## REQUIRED ACTION
A verbatim copy of every record is needed.

(Source records)
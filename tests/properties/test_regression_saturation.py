"""Saturation of two blends as computed once: a change of the property source must be seen, not hidden.

For R-454B there is no published saturation check; expect 1 to 2 % in pressure against tables (its boiling point tells
so).
"""

from __future__ import annotations

import pytest

from commission.properties import refrigerant

# °C, kPa bubble, kPa dew, kJ/kg dew less bubble
R410A = [
    (-40, 175.5, 174.9, 262.8),
    (-20, 400.7, 399.3, 243.7),
    (0, 800.7, 798.1, 221.4),
    (20, 1447.5, 1442.9, 194.3),
    (40, 2425.6, 2418.6, 159.1),
]
R454B = [
    (-40, 169.0, 159.6, 305.8),
    (-20, 384.8, 365.5, 285.1),
    (0, 767.4, 732.4, 261.3),
    (20, 1384.6, 1328.0, 232.7),
    (40, 2313.6, 2232.6, 196.7),
]


@pytest.mark.parametrize(("name", "rows", "tol"), [("R-410A", R410A, 1.2e-3), ("R-454B", R454B, 3e-4)])
def test_blends_keep_their_pressures_and_latent_heats(
    name: str, rows: list[tuple[float, float, float, float]], tol: float
) -> None:
    """R-410A (computed with the pseudo-pure equation, 0.12 % in latent heat apart) and R-454B."""
    r = refrigerant(name)
    for celsius, bubble, dew, latent in rows:
        T = celsius + 273.15
        assert r.bubble(T).p == pytest.approx(bubble * 1e3, rel=5e-4)
        assert r.dew(T).p == pytest.approx(dew * 1e3, rel=5e-4)
        assert r.dew(T).h - r.bubble(T).h == pytest.approx(latent * 1e3, rel=tol)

## RESPONSE TO THE TASK
filename tests/properties/test_regression_saturation.py
"""Saturation of two blends as computed once: a change of the property source must be seen, not hidden.

For R-454B there is no published saturation check; expect 1 to 2 % in pressure against tables (its boiling point tells
so).
"""

from __future__ import annotations

import pytest

from commission.properties import refrigerant

# °C, kPa bubble, kPa dew, kJ/kg dew less bubble
R410A = [
    (-40, 175.5, 174.9, 262.8),
    (-20, 400.7, 399.3, 243.7),
    (0, 800.7, 798.1, 221.4),
    (20, 1447.5, 1442.9, 194.3),
    (40, 2425.6, 2418.6, 159.1),
]
R454B = [
    (-40, 169.0, 159.6, 305.8),
    (-20, 384.8, 365.5, 285.1),
    (0, 767.4, 732.4, 261.3),
    (20, 1384.6, 1328.0, 232.7),
    (40, 2313.6, 2232.6, 196.7),
]


@pytest.mark.parametrize(("name", "rows", "tol"), [("R-410A", R410A, 1.2e-3), ("R-454B", R454B, 3e-4)])
def test_blends_keep_their_pressures_and_latent_heats(
    name: str, rows: list[tuple[float, float, float, float]], tol: float
) -> None:
    """R-410A (computed with the pseudo-pure equation, 0.12 % in latent heat apart) and R-454B."""
    r = refrigerant(name)
    for celsius, bubble, dew, latent in rows:
        T = celsius + 273.15
        assert r.bubble(T).p == pytest.approx(bubble * 1e3, rel=5e-4)
        assert r.dew(T).p == pytest.approx(dew * 1e3, rel=5e-4)
        assert r.dew(T).h - r.bubble(T).h == pytest.approx(latent * 1e3, rel=tol)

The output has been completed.